# Think you know what a Maltese Cross is? Think again...



## JJR512 (Sep 30, 2010)

_This has more to do with firefighters than EMS providers, but because many EMS providers are also firefighters, or work out of fire stations, some may find it interesting..._










Every firefighter knows what this cross (both variations) is called, right?

If you said, "Of course, that's the Maltese Cross!" sorry, that is incorrect.

This is a Maltese Cross:





The cross that many firefighters mistakenly refer to as "Maltese" is actually the cross of St. Florian. St. Florian is the patron saint of firefighters. More about him, and why he is that, can be found here: http://www.saintflorian.net/legend/legend.html


----------



## EMDispatch (Sep 30, 2010)

I was under the impression that the St.Florian is a form of Maltese Cross. The Maltese cross is just a more generic term for any cross with 8 points.


----------



## JJR512 (Sep 30, 2010)

A Maltese Cross is a very specific cross. http://en.wikipedia.org/wiki/Maltese_cross

It is true that other crosses are often called "Maltese". And perhaps through common misuse, the word "Maltese" has come to be a generic term, like "Xerox" or "Kleenex". But my point is to show that not only is it not a generic term, there is actually a more correct specific term for the firefighter's symbol.


----------



## EMS49393 (Sep 30, 2010)

No offense, but you trust wikipedia?  I'd verify the footnotes first.  I know for a fact that wiki is often so incorrect that it's not allowed as a resource for any of my classes in college.

Indeed the maltese cross has numerous variations.

http://www.orderstjohn.org/osj/cross.htm


----------



## JPINFV (Sep 30, 2010)

EMS49393 said:


> No offense, but you trust wikipedia?  I'd verify the footnotes first.  I know for a fact that wiki is often so incorrect *that it's not allowed as a resource for any of my classes in college*.
> 
> Indeed the maltese cross has numerous variations.
> 
> http://www.orderstjohn.org/osj/cross.htm



Emphasis added

An encyclopedia is an inappropriate final resource for college, period, especially in the age of the internet. As such, who is considered an 'editor' for an encyclopedia is immaterial. Seriously, try quoting Britannica, Grolier, or Encarta on a college level research paper for anything besides absolutely basic background material and see how far that gets you.


----------



## JJR512 (Sep 30, 2010)

EMS49393 said:


> No offense, but you trust wikipedia?  I'd verify the footnotes first.  I know for a fact that wiki is often so incorrect that it's not allowed as a resource for any of my classes in college.
> 
> Indeed the maltese cross has numerous variations.
> 
> http://www.orderstjohn.org/osj/cross.htm



I know the tendency these days is to assume everyone else is an idiot, and I'm quite sure I've been guilty of that myself many times. However, although I occasionally do some stupid things, I'm not stupid. Yes, I know Wikipedia is user-created and -edited. Yes, I know there is much incorrect or misleading information there. But yes, I also know to check the references; again, I'm not an idiot. And I also realize that on the internet, even the references might not be accurate. But when I see that a Wikipedia article does actually have references that appear to be plausible, then yes, I tend to trust that article.
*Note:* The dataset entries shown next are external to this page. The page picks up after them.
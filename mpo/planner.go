package mpo

import (
	"rundle/internal/dense"
	"rundle/mps/block"
)

// Planner plans contractions with one operator. What all plans ask of the operator is worked out on first use and kept. It is not for
// concurrent use; plans are.
type Planner[T dense.Scalar] struct {
	op    *Operator[T]
	sites []*window[T]
	pairs []*window[T] // sites i and i+1 joined
	begun []*window[T] // site i, the entries that lead to an index that crosses the bond on its right
	ended []*window[T] // site i, the entries that come from an index that crosses the bond on its left
	kept  int          // entries of pairs

	projections []*projection[T] // the last ones, of one site and of two from each site on
	growths     []*Growth[T]     // the last ones of each site by side, and by whether there is an identity
	tasks       int              // of them all
	spare       [2][]T           // for the mixtures of the left and of the right
}

// pairEntries bounds the joined entries that a planner keeps: about 50 MB in real arithmetic. Beyond, pairs are joined anew for each plan,
// which then costs as much again.
const pairEntries = 1 << 20

// NewPlanner returns a planner for o.
func NewPlanner[T dense.Scalar](o *Operator[T]) *Planner[T] {
	n := o.Len()
	return &Planner[T]{op: o, sites: make([]*window[T], n), pairs: make([]*window[T], n), begun: make([]*window[T], n), ended: make([]*window[T], n),
		projections: make([]*projection[T], 2*n), growths: make([]*Growth[T], 4*n)}
}

// site returns the window of one site.
func (p *Planner[T]) site(i int) *window[T] {
	if p.sites[i] == nil {
		p.sites[i] = p.single(i, p.op.Sites[i])
	}
	return p.sites[i]
}

// pair returns the window of sites i and i+1.
func (p *Planner[T]) pair(i int) *window[T] {
	if p.pairs[i] != nil {
		return p.pairs[i]
	}
	o := p.op
	joined := joinEntries(o.Sites[i], o.Sites[i+1], o.Phys[i+1].Dim())
	w := newWindow(o.Group, o.Bonds[i], o.Bonds[i+2], o.Phys[i:i+2], joined)
	if p.kept+len(w.local) <= pairEntries {
		p.pairs[i] = w
		p.kept += len(w.local)
	}
	return w
}

// crossing returns the window of one side of the bond between sites i and i+1, with the entries alone that touch terms begun on the left
// and not done.
func (p *Planner[T]) crossing(i int, left bool) *window[T] {
	bond := p.op.Bonds[i+1]
	site, store := i, p.begun
	if !left {
		site, store = i+1, p.ended
	}
	if store[site] == nil {
		var keep []Entry[T]
		for _, e := range p.op.Sites[site] {
			index := e.Left
			if left {
				index = e.Right
			}
			if bond.crosses(index) {
				keep = append(keep, e)
			}
		}
		store[site] = p.single(site, keep)
	}
	return store[site]
}

func (p *Planner[T]) single(i int, entries []Entry[T]) *window[T] {
	o := p.op
	return newWindow(o.Group, o.Bonds[i], o.Bonds[i+1], o.Phys[i:i+1], entries)
}

// crosses reports whether an index carries terms that have begun and are not done.
func (b Bond) crosses(i int32) bool { return int(i) != b.Vacant && int(i) != b.Done }

// ket sees a tensor with the axes (l, s, r) or (l, s1, s2, r) as rows × states × columns, its states in the groups of a window.
type ket struct {
	*block.Structure
	last int // the axis r
}

func asKet(s *block.Structure) ket { return ket{s, len(s.Axes) - 1} }

func (k ket) left() block.Axis  { return k.Axes[0] }
func (k ket) right() block.Axis { return k.Axes[k.last] }

// at returns the sectors of block i: left bond, state group, right bond.
func (k ket) at(i int) (l, s, r int) {
	q := k.Blocks[i].Sectors
	if k.last == 2 {
		return q[0], q[1], q[2]
	}
	return q[0], q[1]*len(k.Axes[2].Sectors) + q[2], q[3]
}

// shape returns the size of block i as rows × states × columns.
func (k ket) shape(i int) (m, d, n int) {
	q := k.Blocks[i].Shape
	if k.last == 2 {
		return q[0], q[1], q[2]
	}
	return q[0], q[1] * q[2], q[3]
}

// find returns the block at the given sectors.
func (k ket) find(l int, s stateGroup, r int) (int, bool) {
	if k.last == 2 {
		return k.Find(l, s.at[0], r)
	}
	return k.Find(l, s.at[0], s.at[1], r)
}

// packing places the indices of an MPO bond that a pass 1 makes among those of their sector.
type packing struct {
	at   [][]int // by sector and index; -1: nothing asks for it
	wide []int   // indices by sector
}

// packed takes what the entries of w ask of its bond on the left or on the right, but for the index at skip.
func packed[T dense.Scalar](w *window[T], left bool, skip place) packing {
	bond := w.wr
	if left {
		bond = w.wl
	}
	p := packing{make([][]int, len(bond.Sectors)), make([]int, len(bond.Sectors))}
	for i, s := range bond.Sectors {
		p.at[i] = make([]int, s.Dim)
	}
	for _, k := range w.links {
		for _, e := range w.local[k.from:k.to] {
			at := place{k.right, e.right}
			if left {
				at = place{k.left, e.left}
			}
			if at != skip {
				p.at[at.sector][at.inner] = 1
			}
		}
	}
	for i, list := range p.at {
		for k, asked := range list {
			list[k] = -1
			if asked == 1 {
				list[k] = p.wide[i]
				p.wide[i]++
			}
		}
	}
	return p
}

// leftSource is pass 1 with the environment on the left: env(l', a, l) · t(l, s, r) for each block of t and each sector a of the MPO bond,
// rows (l', a) with the indices a that are asked for, columns (s, r), in the slab x.
type leftSource[T dense.Scalar] struct {
	w    *window[T]
	t    ket
	env  *block.Structure
	pack packing
	at   []int // place in x, by block of t and a; -1: no such product
	down []int // sector of l with the charge l' - a
}

func newLeftSource[T dense.Scalar](net *network[T], w *window[T], skip place, env *block.Structure, t ket, x *slab) *leftSource[T] {
	na := len(w.wl.Sectors)
	up := steps(w.group, t.left(), +1, w.wl, env.Axes[0])
	p := &leftSource[T]{w: w, t: t, env: env, pack: packed(w, true, skip), at: make([]int, len(t.Blocks)*na), down: steps(w.group, env.Axes[0], -1, w.wl, t.left())}
	for i := range t.Blocks {
		l, _, _ := t.at(i)
		k, d, n := t.shape(i)
		for a := range na {
			p.at[i*na+a] = -1
			e, ok := env.Find(up[l*na+a], a, l)
			wide := p.pack.wide[a]
			if !ok || wide == 0 {
				continue
			}
			eb := &env.Blocks[e]
			m := eb.Shape[0]
			at := x.take(m * wide * d * n)
			p.at[i*na+a] = at
			if wide == eb.Shape[1] {
				net.first = append(net.first, gemmTask{a: eb.Offset, b: t.Blocks[i].Offset, c: at, m: m * wide, n: d * n, k: k, lda: k, ldb: d * n, ldc: d * n})
				continue
			}
			for inner, j := range p.pack.at[a] {
				if j >= 0 {
					net.first = append(net.first, gemmTask{a: eb.Offset + inner*k, b: t.Blocks[i].Offset, c: at + j*d*n,
						m: m, n: d * n, k: k, lda: eb.Shape[1] * k, ldb: d * n, ldc: wide * d * n})
				}
			}
		}
	}
	return p
}

// moves plans a piece of pass 2, rows (l', out), columns (w, r): all that the operator brings there. It appends to the moves of net, and tells
// whether there was anything.
func (p *leftSource[T]) moves(net *network[T], lp, w, out, r int) bool {
	na, before := len(p.w.wl.Sectors), len(net.moves)
	m, n, d := p.env.Axes[0].Sectors[lp].Dim, p.t.right().Sectors[r].Dim, p.w.states[out].dim
	nw := p.w.wr.Sectors[w].Dim
	for _, k := range p.w.by(rightOut)[w*len(p.w.states)+out] {
		l := p.down[lp*na+k.left]
		if l < 0 {
			continue
		}
		t, ok := p.t.find(l, p.w.states[k.in], r)
		if !ok || p.at[t*na+k.left] < 0 {
			continue
		}
		src, ds := p.at[t*na+k.left], p.w.states[k.in].dim
		lds := p.pack.wide[k.left] * ds * n
		for _, e := range p.w.local[k.from:k.to] {
			net.moves = append(net.moves, moveTask[T]{src: src + (p.pack.at[k.left][e.left]*ds+e.in)*n, dst: (e.out*nw + e.right) * n,
				rows: m, cols: n, lds: lds, ldd: d * nw * n, value: e.value})
		}
	}
	return len(net.moves) > before
}

// rightSource is pass 1 with the environment on the right: t(l, s, r) · env(w, r, r') for each block of t and each sector w of the MPO bond,
// rows (l, s), columns (w, r') with the indices w that are asked for, in the slab x.
type rightSource[T dense.Scalar] struct {
	w    *window[T]
	t    ket
	env  *block.Structure
	pack packing
	at   []int // place in x, by block of t and w; -1: no such product
	up   []int // sector of r' with the charge r + w
}

func newRightSource[T dense.Scalar](net *network[T], w *window[T], skip place, env *block.Structure, t ket, x *slab) *rightSource[T] {
	nw := len(w.wr.Sectors)
	p := &rightSource[T]{w: w, t: t, env: env, pack: packed(w, false, skip), at: make([]int, len(t.Blocks)*nw), up: steps(w.group, t.right(), +1, w.wr, env.Axes[2])}
	for i := range t.Blocks {
		_, _, r := t.at(i)
		m, d, k := t.shape(i)
		rows := m * d
		for v := range nw {
			p.at[i*nw+v] = -1
			e, ok := env.Find(v, r, p.up[r*nw+v])
			wide := p.pack.wide[v]
			if !ok || wide == 0 {
				continue
			}
			eb := &env.Blocks[e]
			n := eb.Shape[2]
			at := x.take(rows * wide * n)
			p.at[i*nw+v] = at
			for inner, j := range p.pack.at[v] {
				if j >= 0 {
					net.first = append(net.first, gemmTask{a: t.Blocks[i].Offset, b: eb.Offset + inner*k*n, c: at + j*n,
						m: rows, n: n, k: k, lda: k, ldb: n, ldc: wide * n})
				}
			}
		}
	}
	return p
}

// moves plans a piece of pass 2, rows (a, l, out), columns r': all that the operator brings there. down is the table of r' - w. It appends to the
// moves of net, and tells whether there was anything.
func (p *rightSource[T]) moves(net *network[T], down []int, a, out, l, rp int) bool {
	nw, before := len(p.w.wr.Sectors), len(net.moves)
	m, n, d := p.t.left().Sectors[l].Dim, p.env.Axes[2].Sectors[rp].Dim, p.w.states[out].dim
	for _, k := range p.w.by(leftOut)[a*len(p.w.states)+out] {
		r := down[rp*nw+k.right]
		if r < 0 {
			continue
		}
		t, ok := p.t.find(l, p.w.states[k.in], r)
		if !ok || p.at[t*nw+k.right] < 0 {
			continue
		}
		src, wide := p.at[t*nw+k.right], p.pack.wide[k.right]
		lds := p.w.states[k.in].dim * wide * n
		for _, e := range p.w.local[k.from:k.to] {
			net.moves = append(net.moves, moveTask[T]{src: src + (e.in*wide+p.pack.at[k.right][e.right])*n, dst: (e.left*m*d + e.out) * n,
				rows: m, cols: n, lds: lds, ldd: d * n, value: e.value})
		}
	}
	return len(net.moves) > before
}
The link you provided, which is in fact a reference to the Wikipedia article, specifically defines the Maltese Cross. That website's definition matches the image I labelled as "Maltese Cross" earlier. The website also discusses _other_ crosses and their uses to provide a context for the Maltese Cross. In any event, I see nothing on that website to suggest that the firefighter's symbol, the Cross of St. Florian, ever was, or could be, correctly referred to as a Maltese Cross.


----------



## JJR512 (Sep 30, 2010)

JPINFV said:


> Emphasis added
> 
> An encyclopedia is an inappropriate final resource for college, period, especially in the age of the internet. As such, who is considered an 'editor' for an encyclopedia is immaterial. Seriously, try quoting Britannica, Grolier, or Encarta on a college level research paper for anything besides absolutely basic background material and see how far that gets you.



Just like I told you before, this isn't college, and this is not a college research paper. This is an internet discussion forum.

But if you can find (in any source you consider "acceptable") information that proves the crosses I've described as "St. Florian's" are actually not St. Florian's, and really are Maltese, I'd love to see it. And I do not mean an image of that style of cross with a caption that says "Maltese"; I mean something that actually discusses why it is wrong to call that style of cross "St. Florian's" and why it is correct to call it "Maltese". (In case you missed it, that was yet another "Put up, or shut up" request.)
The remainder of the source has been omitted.